# Will contact cement adhere to Melamine?



## MT_Stringer (Jul 21, 2009)

Can I get some quick advice?

I need to add a piece of MD to the bottom side of my router table, which is made out of melamine. Will contact cement bond the two pieces together?

I don't have any scrap melamine to test.

Thanks in advance.
Mike


----------



## OldLarry (Jun 23, 2012)

I'm not sure what MD is but if it is porous use melamine glue (Franklin's or Roo.) If you resort to contact be sure to scuff the melamine surface well before hand.


----------



## cjwillie (Sep 6, 2011)

If you take some 100 grit sandpaper and rough up the area of the melamine that you plan to glue, it should hold up. Make sure you have good contact between the two pieces and if possible, clamp or put weight on it overnight. I'm assuming that you are talking about MDF and that this is to stiffen the table and not a way to mount your router.


----------



## MT_Stringer (Jul 21, 2009)

Thanks fellas.
I just finished roughing up the melamine with a 4 inch grinder. Sorry about the typo. It is 1/2 inch MDF that I am attaching to 3/4 inch melamine.

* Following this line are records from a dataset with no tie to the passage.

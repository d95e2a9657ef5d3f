// Cost of a Proca (massive vector, a = 0) greybody factor against the massless
// s = 1 one of the same l, m, a = 0 and ω (the target: at most twice), at tol
// 1e-8 with its error estimate, for Mμ from 0.1 Mω up to near threshold
// (v = k∞/ω down to 0.05), for the new extrapolation integrator and the earlier
// Cash–Karp route; then the accuracy of both against the 30-digit mpmath
// reference (packages/regge-wheeler/test/fixtures/proca-reference.json) and
// against tol-1e-11 solves, as true error / relError. The monopole (l = 0) has
// no massless partner: it is timed against the massless l = 1 mode.
// Per call: one call for the polarisation (a fresh solve). Per Γ: the same,
// except that for even-1 and even-2 it is the CPU of the pair even-1 then
// even-2 of the same mode over 2 (where one integration serves both).
// CPU time, interleaved batches, best of five (PROCA_BATCHES, PROCA_BATCH_MS below). Run after `npm run build`:
//   node bench/proca-speed.bench.mjs
// With PROCA_BASELINE=<another built checkout> the "before" column is that
// checkout's default route instead of Cash–Karp (same process, interleaved),
// and PROCA_RESULT names the JSON file under bench/results.
// Results: bench/results/proca-speed-2026-12-03b.json, proca-2026-12-04-speed.json, proca-2026-12-04c-speed.txt,
// proca-2026-12-05f-speed-run1.txt, -run2.txt (defaults), -run3.txt (PROCA_BATCHES=15 PROCA_BATCH_MS=20),
// -run4.txt (PROCA_WARMUP=3).
import { readFileSync, writeFileSync } from 'node:fs';
import { greybody } from '@penumbra/flux';
import { benchDir, cpuMsPerCall, fmt, median, table } from './lib.mjs';

const MODES = [
  { l: 0, omega: 0.3, pols: ['monopole'] },
  { l: 1, omega: 0.3, pols: ['odd', 'even-1', 'even-2'] },
  { l: 2, omega: 0.8, pols: ['odd', 'even-1', 'even-2'] },
  { l: 3, omega: 1.5, pols: ['odd', 'even-1'] },
];
const FRACTIONS = [0.1, 0.5, 0.9, 0.99, 0.9987];
const TOL = 1e-8;
const baselineDir = process.env.PROCA_BASELINE;
const baseline = baselineDir ? await import(`${baselineDir}/packages/flux/dist/index.js`) : undefined;
const beforeGreybody = (problem, opts) =>
  baseline ? baseline.greybody(problem, opts) : greybody(problem, { ...opts, integrator: 'cash-karp' });

const massless = (x) => ({ hole: { a: 0 }, mode: { field: { spin: 1 }, l: Math.max(1, x.l), m: 0 }, omega: x.omega });
const massive = (x, mass) => ({ hole: { a: 0 }, mode: { field: { spin: 1, mass }, l: x.l, m: 0 }, omega: x.omega });

// PROCA_BATCHES / PROCA_BATCH_MS: more and shorter batches (the best of them is less often one a neighbour's
// load inflated: two builds doing the same work scatter 0.67–1.35 per row at the default 5 × 60 ms)
const BATCHES = Number(process.env.PROCA_BATCHES ?? 5);
const BATCH_MS = Number(process.env.PROCA_BATCH_MS ?? 60);

function cost(fns) {
  for (const f of fns) f();
  const t = fns.map(() => []);
  for (let i = 0; i < BATCHES; i++) {
    for (const [j, f] of fns.entries()) t[j].push(cpuMsPerCall(f, BATCH_MS, 400));
  }
  // best of the batches: on a shared machine load only ever adds CPU time (cache, frequency)
  return t.map((x) => Math.min(...x));
}

// PROCA_WARMUP=n: n untimed passes over every row's calls first (both builds and the massless mode), so
// that the first rows (the monopole) are not timed while the compiler is still at work on the code the
// later ones share
for (let pass = 0; pass < Number(process.env.PROCA_WARMUP ?? 0); pass++) {
  for (const x of MODES) {
    for (const f of FRACTIONS) {
      for (const polarization of x.pols) {
        greybody(massive(x, f * x.omega), { tol: TOL, polarization });
        beforeGreybody(massive(x, f * x.omega), { tol: TOL, polarization });
      }
    }
    greybody(massless(x), { tol: TOL });
  }
}

const records = [];
const rows = [];
for (const x of MODES) {
  for (const f of FRACTIONS) {
    const mass = f * x.omega;
    for (const polarization of x.pols) {
      const opts = { tol: TOL, polarization };
      // per Γ of the even sector: even-1 then even-2 of the same mode (as the emission and cross-section sums
      // ask for them), CPU of the pair over 2; one integration gives both where the checkout shares it
      const even = polarization.startsWith('even');
      const pair = (fn) => () => {
        fn(massive(x, mass), { tol: TOL, polarization: 'even-1' });
        fn(massive(x, mass), { tol: TOL, polarization: 'even-2' });
      };
      const [tNew, tOld, tMassless, tPairNew, tPairOld] = cost([
        () => greybody(massive(x, mass), opts),
        () => beforeGreybody(massive(x, mass), opts),
        () => greybody(massless(x), { tol: TOL }),
        ...(even ? [pair(greybody), pair(beforeGreybody)] : []),
      ]);
      const perGammaNew = even ? tPairNew / 2 : tNew;
      const perGammaOld = even ? tPairOld / 2 : tOld;
      const g = greybody(massive(x, mass), opts);
      const gOld = beforeGreybody(massive(x, mass), opts);
      const ref = greybody(massive(x, mass), { tol: 1e-11, polarization });
      const r = {
        l: x.l,
        omega: x.omega,
        fieldMass: mass,
        v: Math.sqrt(1 - f * f),
        polarization,
        gamma: g.gamma,
        relError: g.relError,
        errorVsTight: Math.abs(g.gamma / ref.gamma - 1),
        relErrorTight: ref.relError,
        ratioAfter: tNew / tMassless,
        ratioBefore: tOld / tMassless,
        perGammaAfter: perGammaNew / tMassless,
        perGammaBefore: perGammaOld / tMassless,
        msPairAfter: even ? tPairNew : Number.NaN,
        msPairBefore: even ? tPairOld : Number.NaN,
        msAfter: tNew,
        msBefore: tOld,
        msMassless: tMassless,
        rhsAfter: g.diagnostics.rhsEvaluations,
        rhsBefore: gOld.diagnostics.rhsEvaluations,
        beforeVsAfter: Math.abs(gOld.gamma / g.gamma - 1),
      };
      records.push(r);
      rows.push([
        x.l,
        x.omega,
        fmt(mass, 3),
        fmt(r.v, 2),
        polarization,
        fmt(tMassless, 2),
        fmt(tOld, 2),
        fmt(tNew, 2),
        fmt(r.ratioBefore, 2),
        fmt(r.ratioAfter, 2),
        fmt(r.perGammaBefore, 2),
        fmt(r.perGammaAfter, 2),
        `${r.rhsBefore}/${r.rhsAfter}`,
        fmt(r.relError, 2),
        fmt(r.errorVsTight / r.relError, 2),
      ]);
    }
  }
}
console.log(
  `Proca (a = 0) / massless s = 1 greybody, CPU ms per call at tol ${TOL} (interleaved, best of ${BATCHES} batches of ${BATCH_MS} ms)`,
);
console.log(`before: ${baselineDir ? `default route of ${baselineDir}` : 'Cash–Karp route'}; after: this checkout`);
console.log(
  'ratio: one call for this polarisation (a fresh solve) / one massless call; per Γ: the same, but for even-1 and even-2 the CPU of the pair even-1 then even-2 over 2 (one integration gives both where it is shared)',
);
console.log(
  table(
    [
      'l',
      'Mω',
      'Mμ',
      'v',
      'pol',
      'massless',
      'before',
      'after',
      'ratio before',
      'ratio after',
      'per Γ before',
      'per Γ after',
      'RHS before/after',
      'relError',
      'err vs 1e-11 / relError',
    ],
    rows,
  ),
);
const after = records.map((r) => r.ratioAfter);
const before = records.map((r) => r.ratioBefore);
const gBefore = records.map((r) => r.perGammaBefore);
const gAfter = records.map((r) => r.perGammaAfter);
console.log(
  `ratio to massless per call: before median ${fmt(median(before))}, max ${fmt(Math.max(...before))}; after median ${fmt(median(after))}, max ${fmt(Math.max(...after))} (target ≤ 2)`,
);
console.log(
  `ratio to massless per Γ: before median ${fmt(median(gBefore))}, max ${fmt(Math.max(...gBefore))}; after median ${fmt(median(gAfter))}, max ${fmt(Math.max(...gAfter))} (target ≤ 2)`,
);
for (const [name, keep] of [
  ['even sector', (r) => r.polarization.startsWith('even')],
  ['odd + monopole', (r) => !r.polarization.startsWith('even')],
  ['v ≤ 0.141', (r) => r.v < 0.15],
  ['even, v ≤ 0.141', (r) => r.polarization.startsWith('even') && r.v < 0.15],
  ['v = 0.051', (r) => r.v < 0.06],
]) {
  const kept = records.filter(keep);
  const b = kept.map((r) => r.ratioBefore);
  const a = kept.map((r) => r.ratioAfter);
  const gb = kept.map((r) => r.perGammaBefore);
  const ga = kept.map((r) => r.perGammaAfter);
  console.log(
    `  ${name} (${kept.length}): per call before median ${fmt(median(b))}, max ${fmt(Math.max(...b))}; after median ${fmt(median(a))}, max ${fmt(Math.max(...a))}; per Γ before median ${fmt(median(gb))}, max ${fmt(Math.max(...gb))}; after median ${fmt(median(ga))}, max ${fmt(Math.max(...ga))}`,
  );
}
// per (l, m) mode with every polarisation: odd + the even pair (l ≥ 1) or the monopole, against one massless
// solve (which serves both helicities of the massless vector)
const shells = [];
for (const r of records.filter((q) => q.polarization === 'odd' || q.polarization === 'monopole')) {
  const pair = records.find((q) => q.l === r.l && q.fieldMass === r.fieldMass && q.polarization === 'even-1');
  const after = r.msAfter + (pair ? pair.msPairAfter : 0);
  const before = r.msBefore + (pair ? pair.msPairBefore : 0);
  shells.push({ after: after / r.msMassless, before: before / r.msMassless });
}
console.log(
  `per (l, m) mode, every polarisation (odd + even-1 + even-2, or the monopole) / one massless solve (${shells.length}): before median ${fmt(median(shells.map((x) => x.before)))}, max ${fmt(Math.max(...shells.map((x) => x.before)))}; after median ${fmt(median(shells.map((x) => x.after)))}, max ${fmt(Math.max(...shells.map((x) => x.after)))}`,
);
console.log(
  `largest (error against tol-1e-11 solve) / relError: ${fmt(Math.max(...records.map((r) => r.errorVsTight / r.relError)))}`,
);

const fixture = JSON.parse(
  readFileSync(new URL('../packages/regge-wheeler/test/fixtures/proca-reference.json', import.meta.url), 'utf8'),
).modes;
const value = (t) => {
  const [a, b] = t.split('/').map(Number);
  return b === undefined ? a : a / b;
};
const accuracy = [];
for (const row of fixture) {
  const x = { l: row.l, omega: value(row.Momega) };
  const reference = Number(row.gamma);
  for (const tol of [1e-8, 1e-10]) {
    for (const integrator of ['gbs', 'cash-karp']) {
      const g = greybody(massive(x, value(row.Mmu)), { tol, polarization: row.polarization, integrator });
      const error = Math.abs(g.gamma / reference - 1);
      accuracy.push({ ...row, tol, integrator, error, relError: g.relError, ratio: error / g.relError });
    }
  }
}
console.log('\naccuracy against the 30-digit mpmath reference (proca-reference.json); integrator gbs = the extrapolation loop');
console.log(
  table(
    ['pol', 'l', 'Mω', 'Mμ', 'tol', 'integrator', 'true error', 'relError', 'true/relError'],
    accuracy.map((a) => [a.polarization, a.l, a.Momega, a.Mmu, a.tol, a.integrator, fmt(a.error), fmt(a.relError), fmt(a.ratio)]),
  ),
);
const worst = (name) => Math.max(...accuracy.filter((a) => a.integrator === name).map((a) => a.ratio));
console.log(`largest true error / relError: extrapolation ${fmt(worst('gbs'))}, cash-karp ${fmt(worst('cash-karp'))}`);
const path = `${benchDir}/results/${process.env.PROCA_RESULT ?? 'proca-speed-2026-12-03b.json'}`;
writeFileSync(path, `${JSON.stringify({ tol: TOL, records, accuracy }, null, 1)}\n`);
console.log(`written ${path}`);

The problem is the melamine isn't thick enough for me to mount a combo track. I have four pieces of the MDF cut that will basically surround the router insert, just not crowd it so I can still make adjustments if necessary. My router table is just that, a table - nothing else. I clamp it to a B&D Workmate.

Thanks again for the quick responses.


----------